Las primeras comunidades cristianas vivieron años muy
difíciles. Perdidos en el vasto Imperio de Roma, en medio de conflictos y
persecuciones, aquellos cristianos buscaban fuerza y aliento esperando la
pronta venida de Jesús y recordando sus palabras: “Vigilad. Vivid despiertos. Tened los ojos abiertos. Estad alerta”.
¿Significan todavía algo para nosotros las llamadas de Jesús
a vivir despiertos?
¿Qué es hoy para los cristianos poner nuestra esperanza en
Dios viviendo con los ojos abiertos?
¿Dejaremos que se agote definitivamente en nuestro mundo
secular la esperanza en una última justicia de Dios para esa inmensa mayoría de
víctimas inocentes que sufren sin culpa alguna?
Precisamente, la manera más fácil de falsear la esperanza
cristiana es esperar de Dios nuestra salvación eterna, mientras damos la
espalda al sufrimiento que hay ahora mismo en el mundo. Un día tendremos que
reconocer nuestra ceguera ante Cristo Juez: ¿Cuándo te vimos hambriento o
sediento, extranjero o desnudo, enfermo o en la cárcel, y no te asistimos? Este
será nuestro dialogo final con él si vivimos con los ojos cerrados.
Hemos de despertar y abrir bien los ojos. Vivir vigilantes
para mirar más allá de nuestros pequeños intereses y preocupaciones. La
esperanza del cristiano no es una actitud ciega, pues no olvida nunca a los que
sufren. La espiritualidad cristiana no consiste solo en una mirada hacia el
interior, pues su corazón está atento a quienes viven abandonados a su suerte.

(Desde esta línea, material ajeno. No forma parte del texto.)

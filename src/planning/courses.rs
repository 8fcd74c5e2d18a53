//! Fibre courses: a natural (geodesic) course, a fixed-angle course keeping a given angle to a
//! reference direction field, the adjacent course one tow band away, the gaps and overlaps
//! between neighbouring courses, and the steering and twist checks on a course.
//!
//! - Natural course: the geodesic from a start point and angle ([`trace_geodesic`]); tape
//!   laid without steering follows it (REFERENCES.md, composites).
//! - Fixed-angle course: the reference field is a space direction a (e.g. the part's axis)
//!   projected onto the tangent plane, e = (a − (a·N)N)/|a − (a·N)N|; the course's unit
//!   tangent is T = cos α e + sin α (N × e), so it makes the angle α with e, counted toward
//!   N × e. Integrated as the first-order system d(u, v)/ds = (u', v') of T by the same
//!   Dormand–Prince 5(4) pair as the geodesics, with the error measured in space. The
//!   curve's second derivatives at the nodes are exact: T' = cos α e' + sin α (N' × e +
//!   N × e'), with N' = −κn T − τg B (Darboux equations, do Carmo ch. 3) and
//!   e' = (r' − e (e·r'))/|r|, r' = −(a·N')N − (a·N)N'. The course ends at the length, at
//!   the domain boundary (exactly on it), or where the field degenerates (a parallel to N:
//!   |r| below 1e-6 |a|, reported as [`GeodesicEnd::Degenerate`] with that ratio).
//! - Adjacent course: the geodesic parallel of the course at one band width w (the parallel
//!   at w/2 of its edge), [`offset_path`].
//! - Gaps and overlaps ([`course_gaps`]): B's band edge facing A is B's geodesic parallel at
//!   w/2 ([`offset_path`]). At samples of course A the geodesic perpendicular to A (toward
//!   B) is traced for up to 3w and its crossing with B's edge found (polygon crossing, then
//!   Newton on both curve parameters); with d its arc length there, A's edge being w/2 along
//!   the same geodesic, the edge-to-edge width across A is d − w/2: positive a gap, negative
//!   an overlap. Where that geodesic meets no edge of B, B's edge may lie beyond A's
//!   centreline (an overlap deeper than w/2): the perpendicular the other way is traced for
//!   up to 1.5w, and a crossing at arc length s there gives d = −s (overlaps down to 2w
//!   deep). Intervals where |d − w/2| exceeds the tolerance are reported with their worst
//!   width. Where neither perpendicular meets an edge of B (B ended, or diverged) the samples
//!   are counted as unmatched. What it does not see: the gap between samples (taken at
//!   `samples` even parameters of A).
//! - Checks ([`course_check`]): [`fibre_state`] at even samples of the course: steering
//!   curvature |κg|, edge strain (w/2)|κg|, twist rate τg, and whether the limits are passed.

// `!(x > 0.0)` and the like are meant: they refuse NaN too. Index loops follow the formulas
// (Butcher tableaux, stage sums) term by term.
#![allow(clippy::neg_cmp_op_on_partial_ord, clippy::needless_range_loop)]

use crate::checks::fibre::{FibreLimits, fibre_state};
use crate::curve::UvCurve;
use crate::error::{Result, StrakeError};
use crate::geodesics::hermite::HermiteUvCurve;
use crate::geodesics::offset::{
    OffsetDistance, OffsetOptions, OffsetSide, SurfaceOffset, offset_path,
};
use crate::geodesics::rk;
use crate::geodesics::trace::{
    DomainSide, Geodesic, GeodesicEnd, StartDirection, TraceOptions, TraceStats, trace_geodesic,
};
use crate::geometry::jet::{CurveJet, DerivOrder, SurfaceJet};
use crate::geometry::math::Vec3;
use crate::geometry::principal::{DEGENERATE_SURFACE_LIMIT, SurfacePoint};
use crate::nurbs::SpanHint;
use crate::paths::curve_on_surface::{CurveOnSurface, Hints};
use crate::surface::{SurfaceHint, SurfaceSource};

En las comunidades cristianas hemos de cuidar cada vez más
que nuestro modo de vivir la esperanza no nos lleve a la indiferencia o el
olvido de los pobres. No podemos aislarnos en la religión para no oír el clamor
de los que mueren diariamente de hambre. No nos está permitido alimentar
nuestra ilusión de inocencia para defender nuestra tranquilidad.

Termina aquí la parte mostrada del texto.